[Record set]

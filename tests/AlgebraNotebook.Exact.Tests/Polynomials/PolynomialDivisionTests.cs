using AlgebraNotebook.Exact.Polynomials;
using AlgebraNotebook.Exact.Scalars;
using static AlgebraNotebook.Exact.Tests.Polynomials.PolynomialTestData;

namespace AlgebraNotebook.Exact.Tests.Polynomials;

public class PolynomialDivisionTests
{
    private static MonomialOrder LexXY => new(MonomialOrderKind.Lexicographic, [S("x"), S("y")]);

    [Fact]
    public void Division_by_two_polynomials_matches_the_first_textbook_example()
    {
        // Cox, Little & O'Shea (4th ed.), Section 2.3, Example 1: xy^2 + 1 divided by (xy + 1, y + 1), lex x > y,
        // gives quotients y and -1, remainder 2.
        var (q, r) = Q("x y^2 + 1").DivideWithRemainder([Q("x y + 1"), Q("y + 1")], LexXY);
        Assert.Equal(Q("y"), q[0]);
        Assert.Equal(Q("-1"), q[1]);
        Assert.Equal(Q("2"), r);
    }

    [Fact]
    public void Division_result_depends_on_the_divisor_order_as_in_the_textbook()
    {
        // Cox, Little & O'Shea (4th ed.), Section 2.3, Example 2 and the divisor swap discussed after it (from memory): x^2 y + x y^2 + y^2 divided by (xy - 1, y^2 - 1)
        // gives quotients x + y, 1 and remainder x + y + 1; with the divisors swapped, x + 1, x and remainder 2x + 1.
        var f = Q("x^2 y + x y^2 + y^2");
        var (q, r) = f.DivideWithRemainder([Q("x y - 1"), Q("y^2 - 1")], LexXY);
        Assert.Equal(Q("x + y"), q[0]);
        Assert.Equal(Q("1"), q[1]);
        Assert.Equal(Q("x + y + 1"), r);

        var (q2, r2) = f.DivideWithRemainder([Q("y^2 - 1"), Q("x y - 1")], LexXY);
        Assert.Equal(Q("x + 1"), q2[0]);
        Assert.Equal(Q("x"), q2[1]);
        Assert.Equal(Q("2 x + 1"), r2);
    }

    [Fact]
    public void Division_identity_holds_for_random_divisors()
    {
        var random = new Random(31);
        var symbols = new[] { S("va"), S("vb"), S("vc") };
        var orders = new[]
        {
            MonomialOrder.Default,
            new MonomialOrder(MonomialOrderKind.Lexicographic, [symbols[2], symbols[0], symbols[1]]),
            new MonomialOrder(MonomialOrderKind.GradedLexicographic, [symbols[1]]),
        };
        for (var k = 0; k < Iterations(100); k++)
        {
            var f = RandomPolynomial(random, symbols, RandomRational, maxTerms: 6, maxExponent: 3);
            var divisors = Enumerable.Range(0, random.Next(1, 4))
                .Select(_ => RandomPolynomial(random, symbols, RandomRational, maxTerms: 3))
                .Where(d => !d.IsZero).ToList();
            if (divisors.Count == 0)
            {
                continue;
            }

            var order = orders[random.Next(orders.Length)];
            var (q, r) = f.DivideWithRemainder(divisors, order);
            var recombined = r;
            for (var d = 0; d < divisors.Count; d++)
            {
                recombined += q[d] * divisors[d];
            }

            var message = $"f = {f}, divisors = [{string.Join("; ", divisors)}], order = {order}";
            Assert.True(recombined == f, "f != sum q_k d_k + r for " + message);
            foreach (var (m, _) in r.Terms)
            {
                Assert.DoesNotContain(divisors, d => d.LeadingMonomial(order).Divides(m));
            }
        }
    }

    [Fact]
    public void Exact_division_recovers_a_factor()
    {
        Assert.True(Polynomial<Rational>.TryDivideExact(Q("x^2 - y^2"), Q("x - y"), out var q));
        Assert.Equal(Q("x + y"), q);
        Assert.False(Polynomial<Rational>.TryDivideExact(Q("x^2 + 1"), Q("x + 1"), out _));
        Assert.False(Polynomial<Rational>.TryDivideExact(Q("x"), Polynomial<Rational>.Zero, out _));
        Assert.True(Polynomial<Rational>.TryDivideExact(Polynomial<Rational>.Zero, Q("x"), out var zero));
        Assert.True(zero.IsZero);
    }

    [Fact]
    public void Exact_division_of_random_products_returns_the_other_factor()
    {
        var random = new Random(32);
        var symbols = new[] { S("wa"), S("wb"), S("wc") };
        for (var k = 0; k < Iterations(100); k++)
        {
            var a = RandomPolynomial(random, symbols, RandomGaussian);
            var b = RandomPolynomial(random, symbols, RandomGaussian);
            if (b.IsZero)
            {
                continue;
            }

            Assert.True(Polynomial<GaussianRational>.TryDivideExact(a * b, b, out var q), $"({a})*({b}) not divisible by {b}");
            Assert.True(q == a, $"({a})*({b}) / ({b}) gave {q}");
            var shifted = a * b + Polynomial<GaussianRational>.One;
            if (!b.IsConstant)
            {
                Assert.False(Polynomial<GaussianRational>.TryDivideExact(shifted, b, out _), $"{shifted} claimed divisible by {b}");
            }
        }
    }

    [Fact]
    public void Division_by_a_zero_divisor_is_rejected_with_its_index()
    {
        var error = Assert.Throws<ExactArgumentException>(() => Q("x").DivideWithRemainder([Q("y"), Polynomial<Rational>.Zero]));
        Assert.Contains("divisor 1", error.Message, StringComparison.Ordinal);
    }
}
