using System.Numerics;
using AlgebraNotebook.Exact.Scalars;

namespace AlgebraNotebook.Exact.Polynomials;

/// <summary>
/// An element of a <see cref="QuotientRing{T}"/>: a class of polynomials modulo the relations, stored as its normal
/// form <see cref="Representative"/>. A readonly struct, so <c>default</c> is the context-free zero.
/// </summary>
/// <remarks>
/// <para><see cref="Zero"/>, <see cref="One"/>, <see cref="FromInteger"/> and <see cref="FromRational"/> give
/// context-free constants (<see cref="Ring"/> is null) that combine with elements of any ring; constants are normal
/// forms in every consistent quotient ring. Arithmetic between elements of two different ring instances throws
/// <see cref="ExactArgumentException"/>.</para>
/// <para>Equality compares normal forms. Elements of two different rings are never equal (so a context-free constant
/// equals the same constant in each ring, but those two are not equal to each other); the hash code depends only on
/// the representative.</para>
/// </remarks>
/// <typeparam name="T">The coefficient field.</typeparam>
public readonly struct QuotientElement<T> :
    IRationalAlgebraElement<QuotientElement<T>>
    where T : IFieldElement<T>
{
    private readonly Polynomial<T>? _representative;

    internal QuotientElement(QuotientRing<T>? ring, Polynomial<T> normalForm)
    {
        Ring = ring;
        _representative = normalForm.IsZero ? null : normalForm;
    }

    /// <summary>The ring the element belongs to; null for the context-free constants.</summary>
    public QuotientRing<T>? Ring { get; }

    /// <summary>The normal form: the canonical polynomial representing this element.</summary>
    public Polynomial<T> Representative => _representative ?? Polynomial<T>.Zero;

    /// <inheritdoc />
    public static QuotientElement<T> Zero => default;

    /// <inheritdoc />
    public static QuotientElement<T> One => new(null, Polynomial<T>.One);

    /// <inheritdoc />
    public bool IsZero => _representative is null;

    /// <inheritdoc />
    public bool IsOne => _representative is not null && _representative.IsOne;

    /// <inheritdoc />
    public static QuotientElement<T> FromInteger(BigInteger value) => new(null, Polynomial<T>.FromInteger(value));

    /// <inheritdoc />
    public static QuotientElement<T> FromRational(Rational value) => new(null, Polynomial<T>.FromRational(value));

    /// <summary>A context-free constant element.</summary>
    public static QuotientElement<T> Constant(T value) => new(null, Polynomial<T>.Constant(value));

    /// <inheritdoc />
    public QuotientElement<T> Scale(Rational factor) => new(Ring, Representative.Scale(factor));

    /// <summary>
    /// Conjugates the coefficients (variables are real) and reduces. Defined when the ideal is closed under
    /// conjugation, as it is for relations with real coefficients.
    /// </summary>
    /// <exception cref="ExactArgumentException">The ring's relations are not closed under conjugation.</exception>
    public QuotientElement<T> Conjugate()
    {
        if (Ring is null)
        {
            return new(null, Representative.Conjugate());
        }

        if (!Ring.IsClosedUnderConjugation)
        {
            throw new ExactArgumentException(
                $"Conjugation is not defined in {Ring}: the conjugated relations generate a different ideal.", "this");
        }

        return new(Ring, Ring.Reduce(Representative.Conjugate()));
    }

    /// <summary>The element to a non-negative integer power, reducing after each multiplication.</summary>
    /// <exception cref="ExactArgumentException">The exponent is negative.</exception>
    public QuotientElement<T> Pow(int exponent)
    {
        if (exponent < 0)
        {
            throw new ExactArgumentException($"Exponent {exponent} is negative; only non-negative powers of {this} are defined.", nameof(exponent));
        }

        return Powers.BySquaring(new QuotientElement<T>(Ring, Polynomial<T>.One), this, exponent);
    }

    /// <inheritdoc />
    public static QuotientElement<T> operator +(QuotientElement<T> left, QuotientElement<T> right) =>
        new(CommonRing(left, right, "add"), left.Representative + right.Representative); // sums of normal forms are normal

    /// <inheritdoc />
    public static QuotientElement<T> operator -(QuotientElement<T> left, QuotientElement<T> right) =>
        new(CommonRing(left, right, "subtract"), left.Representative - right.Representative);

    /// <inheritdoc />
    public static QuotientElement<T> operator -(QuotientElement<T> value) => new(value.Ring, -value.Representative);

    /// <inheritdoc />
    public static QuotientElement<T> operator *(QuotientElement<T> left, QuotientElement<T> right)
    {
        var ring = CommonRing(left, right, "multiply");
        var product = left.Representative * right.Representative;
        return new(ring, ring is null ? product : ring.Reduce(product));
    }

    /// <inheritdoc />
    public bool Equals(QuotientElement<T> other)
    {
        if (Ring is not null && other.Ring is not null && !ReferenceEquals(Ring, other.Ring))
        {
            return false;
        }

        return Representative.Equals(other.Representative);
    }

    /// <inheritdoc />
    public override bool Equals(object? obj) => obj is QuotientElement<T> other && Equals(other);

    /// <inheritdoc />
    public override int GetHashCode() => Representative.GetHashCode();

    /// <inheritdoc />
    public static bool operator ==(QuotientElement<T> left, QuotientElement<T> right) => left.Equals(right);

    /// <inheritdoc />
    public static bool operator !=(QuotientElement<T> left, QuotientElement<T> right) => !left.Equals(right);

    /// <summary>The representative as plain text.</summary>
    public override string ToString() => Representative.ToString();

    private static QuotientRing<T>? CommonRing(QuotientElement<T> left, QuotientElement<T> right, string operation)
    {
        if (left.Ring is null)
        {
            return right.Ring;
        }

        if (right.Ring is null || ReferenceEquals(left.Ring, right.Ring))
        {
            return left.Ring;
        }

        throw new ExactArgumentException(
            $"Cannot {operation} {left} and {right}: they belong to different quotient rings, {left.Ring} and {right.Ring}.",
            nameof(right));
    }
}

[/Record set]

What this task involves. From the entries above, write out only the lines starting at the line that holds "RandomRational, maxTerms: 3))" and ending at the line that holds "var (q, r) = f.DivideWithRemainder(divisors, order);", keeping both and matching them exactly.

Answer for the task.
                .Select(_ => RandomPolynomial(random, symbols, RandomRational, maxTerms: 3))
                .Where(d => !d.IsZero).ToList();
            if (divisors.Count == 0)
            {
                continue;
            }

            var order = orders[random.Next(orders.Length)];
            var (q, r) = f.DivideWithRemainder(divisors, order);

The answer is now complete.